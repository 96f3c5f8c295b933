"""Hostile-input generators and checks shared by the property tests and the fuzz script.

Every generator takes a :class:`random.Random` (hypothesis supplies a seeded
one through ``st.randoms(use_true_random=False)``; ``tests/fuzz_inputs.py``
a seeded one of its own) and writes files into a folder.  Every check returns
a list of problem labels (empty when the run behaved):

``internal``   exit status 1, or an exception that is not an ``InputError``
``lost_row``   a catalogue row missing or present twice
``mislabel``   a row whose name is not the one in its input row
``nan``        a NaN, infinite or impossible number in an output
``leftover``   a temporary file left in the folder
``multiline``  an exit-2 error that is not exactly one line
``warning``    a Python or numpy warning on stderr
"""

import contextlib
import io
import json
import math
import os
import warnings
from pathlib import Path

import numpy as np

from snrkit.io.tables import data_path

__all__ = ["HOSTILE_NUMBERS", "mutate_toml", "system_case", "scenario_case", "mode_case",
           "catalogue_case", "option_case", "check_system", "check_scenario", "check_mode",
           "check_catalogue", "check_options", "run_cli", "leftovers"]

#: Values written in place of a TOML value (text as it appears in the file).
HOSTILE_NUMBERS = [
    "1e400", "-1e400", "1" + "0" * 400, "-" + "1" * 30, "nan", "inf", "-inf", "0", "-0.0", "-5",
    "1e-300", "5e-324", "1e300", "1e-30", "0.0001", "99999999", '"no"', '"false"', '"x"', '""',
    '"1e400 K"', '"5 kg"', '"3 furlong"', '"-1 d"', '"nan earthRad"', "[300, 400]", "[]",
    "{ a = 1 }", "true", "false", "2000-01-01", '"t14"', '"auto"', "1", "2", "0.5", "100",
    "[" * 40 + "1" + "]" * 40, "[" * 1000 + "]" * 1000,
]

_BAD_BYTES = [b"\xff\xfe", b"\xc3\x28", b"\x00", b"\xed\xa0\x80"]


def _value_lines(lines):
    return [i for i, ln in enumerate(lines)
            if "=" in ln and not ln.lstrip().startswith(("#", "["))]


def mutate_toml(text, rng, n_max=3):
    """Return hostile bytes made from TOML ``text``: values replaced, lines cut or doubled, bad bytes."""
    lines = text.splitlines()
    for _ in range(rng.randint(1, n_max)):
        idx = _value_lines(lines)
        op = rng.random()
        if idx and op < 0.7:
            i = rng.choice(idx)
            key = lines[i].split("=", 1)[0]
            lines[i] = f"{key}= {rng.choice(HOSTILE_NUMBERS)}"
        elif idx and op < 0.8:
            del lines[rng.choice(idx)]
        elif idx and op < 0.9:
            i = rng.choice(idx)
            lines.insert(i, lines[i])
        else:
            lines.insert(rng.randint(0, len(lines)), rng.choice([
                "[planet.observation]", "overhead = 50", "floor_averages_down = \"no\"",
                "unknown_key = 1", "title = " + "[" * 30 + "]" * 30, "[[planet]]", "[star]"]))
    raw = ("\n".join(lines) + "\n").encode()
    if rng.random() < 0.08:
        pos = rng.randint(0, len(raw))
        raw = raw[:pos] + rng.choice(_BAD_BYTES) + raw[pos:]
    if rng.random() < 0.03:
        raw = raw[:rng.randint(0, len(raw))]
    return raw


_SYSTEM_BASE = """title = "Hostile test system (invented)"
[star]
name = "Fuzz star"
effective_temperature = 3400
radius = 0.40
mass = 0.40
distance = 20.0
right_ascension = 120.0
declination = -10.0
[star.magnitudes]
J = 9.5
Ks = 8.8
[[planet]]
name = "Fuzz b"
radius = 1.6
mass = 3.0
period = 4.5
impact_parameter = 0.3
transit_midtime = 2461000.5
[planet.atmosphere]
scenario = "SCENARIO"
temperature = 400
[planet.observation]
transits = 2
overhead = 1.5
floor_averages_down = false
noise_floor = 20
baseline = 1.0
in_transit = "t14"
[[planet]]
name = "Fuzz c"
radius = 2.2
period = 11.0
inclination = 89.6
"""


def system_case(rng, folder):
    """Write a hostile system file (and a scenario file beside it); return its path."""
    folder = Path(folder)
    sub = folder / "sys"
    sub.mkdir(exist_ok=True)
    (sub / "local-scenario.toml").write_text('scenario = "n2-o2-temperate"\n')
    scen = rng.choice(["steam", "local-scenario.toml", "missing.toml", "flat"])
    raw = mutate_toml(_SYSTEM_BASE.replace("SCENARIO", scen), rng)
    path = sub / "system.toml"
    path.write_bytes(raw)
    return path


def scenario_case(rng, folder):
    """Write a hostile scenario file made from a shipped preset; return its path."""
    name = rng.choice(["n2-o2-temperate", "h2-clear-solar", "steam", "co2-thick"])
    text = Path(data_path("scenarios", f"{name}.toml")).read_text()
    path = Path(folder) / "scenario.toml"
    path.write_bytes(mutate_toml(text, rng))
    return path


def mode_case(rng, folder):
    """Write a hostile instrument-mode file made from a shipped preset; return its path."""
    name = rng.choice(["cold6m-prism-lowres", "space2.4m-grism-scan", "survey1m-lowres"])
    text = Path(data_path("instruments", f"{name}.toml")).read_text()
    path = Path(folder) / "mode.toml"
    path.write_bytes(mutate_toml(text, rng))
    return path


_CELLS = [np.nan, np.inf, -np.inf, 1e300, -1.0, 0.0, 1e-300, 5e-324, "abc", "", "1e400", "--"]
_NUMERIC_FIELDS = ("planet_radius_earth", "planet_mass_earth", "period_days", "impact_parameter",
                   "host_teff_K", "host_radius_sun", "host_mass_sun", "host_mag_J",
                   "host_distance_pc", "eccentricity", "semi_major_axis_au")


def catalogue_case(rng, folder, n_rows=6):
    """Write a catalogue with hostile cells (and maybe a renaming mapping).

    Returns
    -------
    (path, mapping path or None, expected names in input order)
    """
    from astropy.table import Table
    base = Table.read(data_path("demo", "catalogue.ecsv"))
    start = rng.randint(0, len(base) - n_rows)
    t = base[start:start + n_rows]
    t.meta = {}
    cols = {}
    for c in t.colnames:
        data = np.ma.asarray(t[c])
        fill = "" if data.dtype.kind in "US" else np.nan
        cols[c] = list(np.ma.filled(data.astype(object), fill))
    names = [str(x) for x in cols["planet_name"]]
    for _ in range(rng.randint(1, 4)):
        i = rng.randrange(n_rows)
        op = rng.random()
        if op < 0.15:
            names[i] = rng.choice(["", names[(i + 1) % n_rows], " spaced name ", "ü-name"])
        elif op < 0.25:
            for b in ("V", "J", "H", "Ks"):
                cols[f"host_mag_{b}"][i] = np.nan
        else:
            c = rng.choice(_NUMERIC_FIELDS)
            cols[c][i] = rng.choice(_CELLS)
    cols["planet_name"] = names
    out = Table()
    for c, vals in cols.items():
        if c == "planet_name" or any(isinstance(v, str) for v in vals):
            out[c] = np.array(["" if (isinstance(v, float) and math.isnan(v) and c == "planet_name")
                               else str(v) for v in vals])
        else:
            out[c] = np.array(vals, dtype=np.float64)
    mapping = None
    if rng.random() < 0.5:                     # renamed columns, a decoy name column
        from snrkit.planning.catalog import DEFAULT_COLUMNS
        parts = {"planet": [], "star": [], "mags": []}
        for k, c in DEFAULT_COLUMNS.items():
            if c not in out.colnames:
                continue
            new = f"col_{len(parts['planet']) + len(parts['star']) + len(parts['mags'])}"
            out.rename_column(c, new)
            part, key = k.split(".", 1)
            if key.startswith("magnitudes."):
                parts["mags"].append(f'{key.split(".")[1]} = "{new}"')
            else:
                parts[part].append(f'{key} = "{new}"')
        out["planet_name"] = [str(i) for i in range(n_rows)]
        mapping = Path(folder) / "mapping.toml"
        mapping.write_text("[planet]\n" + "\n".join(parts["planet"]) + "\n[star]\n"
                           + "\n".join(parts["star"]) + "\n[star.magnitudes]\n"
                           + "\n".join(parts["mags"]) + "\n")
    ext = rng.choice(["csv", "ecsv", "vot"])
    path = Path(folder) / f"catalogue.{ext}"
    with warnings.catch_warnings():
        warnings.simplefilter("ignore")        # astropy's notes on odd column contents
        out.write(path, overwrite=True, format={"csv": "ascii.csv", "ecsv": "ascii.ecsv",
                                                "vot": "votable"}[ext])
    return path, mapping, [n.strip() for n in names]


_OPTION_VALUES = ["x", "-1", "0", "nan", "inf", "1e400", "1" + "0" * 400, "", "-0", "1e-300",
                  "9" * 30, "3.5", "a" * 300, "--json"]


def option_case(rng, folder):
    """A hostile command line (quick to refuse or to run)."""
    system = str(Path(data_path("demo", "cedar.toml")))
    opt, value = rng.choice([
        ("--resolution", None), ("--sigma", None), ("--max-transits", None), ("--seed", None),
        ("--transits", None), ("--band", None), ("--planet", None), ("--overhead", None),
        ("--out", None), ("--plot", None), ("--top", None), ("--mode", None)])
    value = rng.choice(_OPTION_VALUES)
    if opt in ("--out", "--plot") and rng.random() < 0.5:
        value = str(Path(folder) / rng.choice(["ro-missing/x.ecsv", "x" * 300 + ".ecsv",
                                               "plain.txt"]))
    command = rng.choice(["transits", "precision", "describe", "rank"])
    if command == "rank":
        return ["rank", str(Path(folder) / "missing.ecsv"), "--mode", "cold6m-prism-lowres",
                "--scenario", "flat", opt, value]
    extra = ["--mode", "cold6m-prism-lowres"] if command in ("transits", "precision") else []
    # an invalid --max-transits keeps transits quick; any accepted run is still checked
    return [command, system, *extra, "--json", opt, value]


# ----------------------------------------------------------------------------- checks

def run_cli(argv, cwd=None):
    """Run ``snrkit.cli.entry.main(argv)`` in process; return (status, stdout, stderr)."""
    from snrkit.cli.entry import main
    out, err = io.StringIO(), io.StringIO()
    old = os.getcwd()
    try:
        if cwd is not None:
            os.chdir(cwd)
        with contextlib.redirect_stdout(out), contextlib.redirect_stderr(err):
            try:
                rc = main(list(argv))
            except SystemExit as exc:     # never expected: main returns
                rc = 1 if exc.code not in (0, 2) else exc.code
    finally:
        os.chdir(old)
    return rc, out.getvalue(), err.getvalue()


def leftovers(folder):
    """Temporary files left in ``folder`` (or its sub-folders)."""
    return [p for p in Path(folder).rglob("*") if ".snrkit-partial" in p.name]


def _cli_problems(rc, err):
    probs = []
    if rc not in (0, 2):
        probs.append("internal")
    lines = [ln for ln in err.splitlines() if ln.startswith("error")]
    if rc == 2 and (len(lines) != 1 or not err.rstrip("\n").splitlines()[-1].startswith("error")):
        probs.append("multiline")
    import re
    from snrkit.errors import SnrkitWarning
    ours, todo = set(), [SnrkitWarning]
    while todo:                     # snrkit's own warnings (its channel), wherever defined
        cls = todo.pop()
        ours.add(cls.__name__)
        todo += cls.__subclasses__()
    foreign = [w for w in re.findall(r"\b(\w*Warning)\b", err) if w not in ours]
    if foreign or "encountered in" in err or "Traceback" in err:
        probs.append("warning")
    return probs


_POSITIVE = ("radius_earth", "mass_earth", "surface_gravity_m_s2", "equilibrium_temperature_K",
             "scale_height_km", "t14_hours", "a_over_rs")   # tsm needs a J magnitude


def check_system(path, folder, cwd=None):
    """describe --json on a system file: exit 0/2, one-line errors, finite outputs."""
    rc, out, err = run_cli(["describe", str(path), "--json"], cwd=cwd)
    probs = _cli_problems(rc, err)
    if rc == 0:
        doc = json.loads(out)
        for p in doc["planets"]:
            for k in _POSITIVE:
                v = p.get(k)
                if v is None or not (math.isfinite(v) and v > 0):
                    probs.append("nan")
            d = p.get("transit_depth_ppm")
            if d is None or not 0 < d < 1e6:
                probs.append("nan")
    if leftovers(folder):
        probs.append("leftover")
    return sorted(set(probs))


def _api(fn):
    """Run ``fn()``: [] if it worked or raised InputError, ["internal"] otherwise."""
    from snrkit.errors import InputError
    with warnings.catch_warnings():
        warnings.simplefilter("error")
        try:
            fn()
        except InputError as exc:
            if "\n" in str(exc):
                return ["multiline"]
        except Warning:
            return ["warning"]
        except Exception:  # noqa: BLE001 - counting internal errors is the point
            return ["internal"]
    return []


def check_scenario(path):
    """Load a scenario file through the public function."""
    from snrkit.atmosphere.scenarios import load_scenario

    def go():
        sc = load_scenario(str(path))
        mu = sc.mean_molecular_weight
        if not (math.isfinite(mu) and mu > 0):
            raise AssertionError("mean molecular weight not finite")
    return _api(go)


def check_mode(path):
    """Load an instrument-mode file through the public function."""
    from snrkit.photons.instruments import load_mode
    return _api(lambda: load_mode(str(path)))


def check_catalogue(path, mapping, names, rank=False, folder=None):
    """Screen (and maybe rank) a hostile catalogue: every row once, with its own name."""
    from snrkit.planning.catalog import read_catalogue
    probs = []
    holder = {}
    probs += _api(lambda: holder.setdefault("cat", read_catalogue(path, mapping=mapping)))
    cat = holder.get("cat")
    if cat is None:
        return sorted(set(probs + ["lost_row"]))
    if len(cat) != len(names):
        probs.append("lost_row")
    elif list(cat.names) != names:
        probs.append("mislabel")
    for i, n in enumerate(names):
        if n and names.index(n) != i and cat.status[i] != "duplicate_name":
            probs.append("mislabel")
    if rank:
        argv = ["rank", str(path), "--mode", "cold6m-prism-lowres", "--scenario", "h2-clear-solar",
                "--json", "--out", str(Path(folder) / "ranked.ecsv")]
        if mapping is not None:
            argv += ["--mapping", str(mapping)]
        rc, out, err = run_cli(argv)
        probs += _cli_problems(rc, err)
        if rc == 0:
            rows = json.loads(out)["rows"]
            if [r["input_index"] for r in rows] != list(range(len(names))):
                probs.append("lost_row")
            elif [r["name"] for r in rows] != names:
                probs.append("mislabel")
            for r in rows:
                if r["status"] == "ok" and r["rank"] is not None and names[r["input_index"]] \
                        and names.index(names[r["input_index"]]) != r["input_index"]:
                    probs.append("mislabel")        # a duplicate ranked as ok
                if r["status"] == "ok" and not (r["hours_total"] and math.isfinite(r["hours_total"])):
                    probs.append("nan")
        elif rc == 2:
            probs.append("lost_row")                # a bad row must not fail the file
        if leftovers(folder):
            probs.append("leftover")
    return sorted(set(probs))


def check_options(argv, folder):
    """A hostile command line: exit 0/2, one-line errors, no leftovers."""
    rc, out, err = run_cli(argv, cwd=folder)
    probs = _cli_problems(rc, err)
    if leftovers(folder):
        probs.append("leftover")
    return sorted(set(probs))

→ THE TASK
Your response should be the lines above from the first to the one containing "exactly one line", inclusive, each given exactly.

→ EXERCISE RESPONSE
repository 96f3c5f8c295b933
"""Hostile-input generators and checks shared by the property tests and the fuzz script.

Every generator takes a :class:`random.Random` (hypothesis supplies a seeded
one through ``st.randoms(use_true_random=False)``; ``tests/fuzz_inputs.py``
a seeded one of its own) and writes files into a folder.  Every check returns
a list of problem labels (empty when the run behaved):

``internal``   exit status 1, or an exception that is not an ``InputError``
``lost_row``   a catalogue row missing or present twice
``mislabel``   a row whose name is not the one in its input row
``nan``        a NaN, infinite or impossible number in an output
``leftover``   a temporary file left in the folder
``multiline``  an exit-2 error that is not exactly one line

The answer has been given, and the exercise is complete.